Today I talk about a subject I love while also driving me crazy at the same time: building a pentest training course! Specifically, I dissect a fun/frustrating GPO attack that I need to build very carefully so that every student can pwn it while also not breaking the domain for everybody else. I also talk about how three different flavors of AI failed me in solving a simple task.

Hi friends, we’re doing something today we haven’t done in a hot minute: take a dip into the 7MinSec mail bag! Today we cover these questions:

• If I’m starting a solo business venture as a security consultancy, is it a good idea to join forces with other solo security business owners and form a consortium of sorts?
• Have you ever had anything go catastrophically wrong during a pentest?
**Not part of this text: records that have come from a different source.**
package diaphragm

import (
	"math"
	"strings"
	"testing"

	"hoopsheet/core/quantity"
)

// problemAt gives the first problem of a field.
func problemAt(problems []Problem, field string) (Problem, bool) {
	for _, p := range problems {
		if p.Field == field {
			return p, true
		}
	}
	return Problem{}, false
}

// own lists the problems of the field that are no conflict with others.
func own(f Field, doc Diaphragm) (Problem, bool) {
	for _, p := range Validate(doc) {
		if p.Field == f.Path && p.Code != CodeConflict {
			return p, true
		}
	}
	return Problem{}, false
}

func TestBoundsOfEveryQuantityOnBothSides(t *testing.T) {
	for _, f := range Fields() {
		if f.Kind != KindQuantity {
			continue
		}
		try := func(value float64, sound bool) {
			t.Helper()
			doc := richDocument()
			doc.Faces.Lower.Kind = FaceBaffled // so that no depth is needed
			*f.number(&doc) = value
			p, wrong := own(f, doc)
			if wrong == sound {
				t.Errorf("%s = %g: %q", f.Path, value, p.Message)
			}
			if wrong && (p.Code != CodeBounds || !strings.HasPrefix(p.Message, f.capital()+" is ") || !strings.Contains(p.Message, "must lie from") || !strings.HasSuffix(p.Message, ".")) {
				t.Errorf("%s: %s %q", f.Path, p.Code, p.Message)
			}
		}
		try(f.Low, true)
		try(f.High, true)
		try(math.Nextafter(f.Low, math.Inf(-1)), false)
		try(math.Nextafter(f.High, math.Inf(1)), false)
		try(math.NaN(), false)
		try(math.Inf(1), false)
		try(math.Inf(-1), false)
		if f.Low > 0 {
			try(0, f.Optional)
			try(-f.High, false)
		}
		if f.Reason == "" {
			t.Errorf("%s has bounds without a reason", f.Path)
		}
	}
}

func TestBoundsOfCounts(t *testing.T) {
	for value, sound := range map[int]bool{0: true, 1: false, 2: false, 3: true, 1000: true, 1001: false, -1: false} {
		doc := Demo(testID, testCreated)
		doc.Ring.Clamps = value
		if p, wrong := problemAt(Validate(doc), "ring.clamps"); wrong == sound {
			t.Errorf("%d clamps: %v %s", value, wrong, p.Message)
		}
	}
}

// The bounds that a message names can be typed: in every unit they are rounded
// inwards, by at most one unit of the sixth digit.
func TestNamedBoundsAreAllowed(t *testing.T) {
	for _, f := range Fields() {
		if f.Kind != KindQuantity {
			continue
		}
		for _, symbol := range f.Units {
			unit, _ := quantity.Find(f.Dimension, symbol)
			for _, c := range []struct{ bound, direction float64 }{{f.Low, +1}, {f.High, -1}} {
				text := inside(c.bound, unit, c.direction)
				reading, err := f.asked(symbol).Parse(text)
				if err != nil || reading.SI < f.Low || reading.SI > f.High {
					t.Errorf("%s: the bound %s %s is read as %g, %v; allowed are %g to %g", f.Path, text, symbol, reading.SI, err, f.Low, f.High)
				}
				// One unit of the sixth digit is at most 1e-5 of the number,
				// which for temperatures counts from the unit's zero.
				if x := unit.FromSI(c.bound); math.Abs(unit.FromSI(reading.SI)-x) > 1.5e-5*math.Abs(x) {
					t.Errorf("%s: the bound %g is named as %s", f.Path, x, text)
				}
			}
		}
	}
}

func TestBoundsOfTexts(t *testing.T) {
	for _, f := range Fields() {
		if f.Kind != KindText && f.Kind != KindLongText && f.Kind != KindMaterial {
			continue
		}
		for _, c := range []struct {
			text   string
			code   Code
			offset int
		}{
			{"Port", "", 0},
			{"Membrane für Prüfraum 3, 静かな部屋, عمان", "", 0},
			{strings.Repeat("x", f.Most), "", 0},
			{strings.Repeat("€", f.Most), "", 0},
			{strings.Repeat("x", f.Most+1), CodeTooLong, f.Most},
			{strings.Repeat("\U0001F941", f.Most+1), CodeTooLong, 2 * f.Most},
			{"\U0001F941a\x00b", CodeText, 3},
			{"a\x1b[31m", CodeText, 1},
			{"310\u202e013", CodeText, 3},
			{"a\u2066b", CodeText, 1},
			{"a\xffb", CodeText, 1},
		} {
			doc := richDocument()
			*f.text(&doc) = c.text
			p, wrong := problemAt(Validate(doc), f.Path)
			if wrong != (c.code != "") || wrong && (p.Code != c.code || p.Offset != c.offset) {
				t.Errorf("%s = %.20q: %+v", f.Path, c.text, p)
			}
		}
		doc := richDocument()
		*f.text(&doc) = "  "
		if _, wrong := problemAt(Validate(doc), f.Path); wrong == f.Optional {
			t.Errorf("%s: empty gives a problem: %v", f.Path, wrong)
		}
		*f.text(&doc) = "two\nlines\tand a tab"
		if _, wrong := problemAt(Validate(doc), f.Path); wrong != (f.Kind != KindLongText) {
			t.Errorf("%s: a line break gives a problem: %v", f.Path, wrong)
		}
	}
}

func TestConflictsBetweenFields(t *testing.T) {
	for _, c := range []struct {
		name    string
		change  func(*Diaphragm)
		field   string
		code    Code
		message string
	}{
		{"open above only", func(d *Diaphragm) { d.Faces.Upper.Kind = FaceOpen }, "faces.upper.kind", CodeConflict,
			"The upper face is open and the lower face is baffled; open holds for both faces or for neither, because the air passes around the rim."},
		{"open below only", func(d *Diaphragm) { d.Faces.Lower.Kind = FaceOpen }, "faces.upper.kind", CodeConflict,
			"The upper face is baffled and the lower face is open; open holds for both faces or for neither, because the air passes around the rim."},
		{"open on both", func(d *Diaphragm) { d.Faces = Faces{Face{Kind: FaceOpen}, Face{Kind: FaceOpen}} }, "", "", ""},
		{"cavity without depth", func(d *Diaphragm) { d.Faces.Lower.Kind = FaceCavity }, "faces.lower.depth", CodeEmpty,
			"The lower face is a cavity, whose depth is needed; type the depth of the lower cavity."},
		{"cavity with depth", func(d *Diaphragm) { d.Faces.Lower = Face{Kind: FaceCavity, Depth: 0.1} }, "", "", ""},
		{"no kind", func(d *Diaphragm) { d.Faces.Upper.Kind = "" }, "faces.upper.kind", CodeChoice,
			"Upper face cannot be nothing; choose open, baffled, cavity or vacuum."},
		{"unknown kind", func(d *Diaphragm) { d.Faces.Upper.Kind = "water" }, "faces.upper.kind", CodeChoice,
			`Upper face cannot be "water"; choose open, baffled, cavity or vacuum.`},
		{"service upside down", func(d *Diaphragm) { d.Surroundings.ServiceMin = 313.15 }, "surroundings.serviceMin", CodeConflict,
			"The lowest temperature in service, 40 °C, lies above the highest, 35 °C; the lowest must not be above the highest."},
		{"one service temperature", func(d *Diaphragm) { d.Surroundings.ServiceMin = d.Surroundings.ServiceMax }, "", "", ""},
		{"steam", func(d *Diaphragm) { d.Surroundings.Temperature, d.Surroundings.Humidity = 371.15, 1 }, "surroundings.humidity", CodeConflict,
			"At 98 °C and 101.33 kPa a relative humidity of 100 % means that most of the gas is steam; that is no longer air."},
		{"steam is none in a vacuum", func(d *Diaphragm) {
			d.Surroundings.Temperature, d.Surroundings.Humidity = 371.15, 1
			d.Faces = Faces{Face{Kind: FaceVacuum}, Face{Kind: FaceVacuum}}
		}, "", "", ""},
		{"schema", func(d *Diaphragm) { d.Schema = 2 }, "schema", CodeSchema, "The document's schema is 2; this version works with schema 1."},
		{"id", func(d *Diaphragm) { d.ID = "../x" }, "id", CodeText, "The document's id must be 1 to 64 letters, digits, - or _."},
		{"created", func(d *Diaphragm) { d.Created = "yesterday" }, "created", CodeText, "The time of creation must be written like 2031-05-17T09:30:00Z."},
		{"revision", func(d *Diaphragm) { d.Revision = -1 }, "revision", CodeBounds, "The revision is -1; it must be a number from 0 to 1000000000."},
		{"script without id or time", func(d *Diaphragm) { d.ID, d.Created = "", "" }, "", "", ""},
		{"most lines", func(d *Diaphragm) { d.Avoid.Lines = lines(MostLines) }, "", "", ""},
		{"too many lines", func(d *Diaphragm) { d.Avoid.Lines = lines(MostLines + 1) }, "avoid.lines", CodeTooMany,
			"There are 25 lines to keep clear of; at most 24 are allowed."},
		{"bad line", func(d *Diaphragm) { d.Avoid.Lines[2].HalfWidth = 0.6 }, "avoid.lines.2.halfWidth", CodeBounds,
			"Half-width of line 3 is 60 %; it must lie from 0 % to 50 %, because a wider band would forbid everything."},
	} {
		doc := Demo(testID, testCreated)
		c.change(&doc)
		problems := Validate(doc)
		if c.field == "" {
			if len(problems) > 0 {
				t.Errorf("%s: %v", c.name, problems)
			}
			continue
		}
		if len(problems) != 1 || problems[0] != (Problem{c.field, c.code, c.message, -1}) {
			t.Errorf("%s: %+v", c.name, problems)
		}
	}
}

func lines(count int) []Line {
	list := make([]Line, count)
	for i := range list {
		list[i] = Line{Name: "hum", Frequency: 50, HalfWidth: 0.03}
	}
	return list
}

func TestAZeroDocumentIsRefusedInWords(t *testing.T) {
	problems := Validate(Diaphragm{})
	if len(problems) < 10 {
		t.Errorf("%d problems", len(problems))
	}
	codes := map[Code]bool{}
	for _, code := range Codes() {
		codes[code] = true
	}
	for _, p := range problems {
		if p.Field == "" || !codes[p.Code] || !strings.HasSuffix(p.Message, ".") {
			t.Errorf("%+v", p)
		}
	}
}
Yes, and this is an important link in the story: https://github.com/fortra/impacket/issues/1436
• What ever happened with the annoying apartment neighbor who stomped around like a rhino when you made any noise during COVID?
• What happened to the “difficult family situation” you vaguely talked about a few months ago that involved police and lawyers – did that ever get resolved?

Oh man, I’m so excited I can hardly sleep. Our new three-day (4 hours per day) training is getting closer to general release. I talk about the good/bad/ugly of putting together an attack-sensitive lab that students can abuse (but hopefully not break!), and the technical/curriculum-writing challenges that go along with it.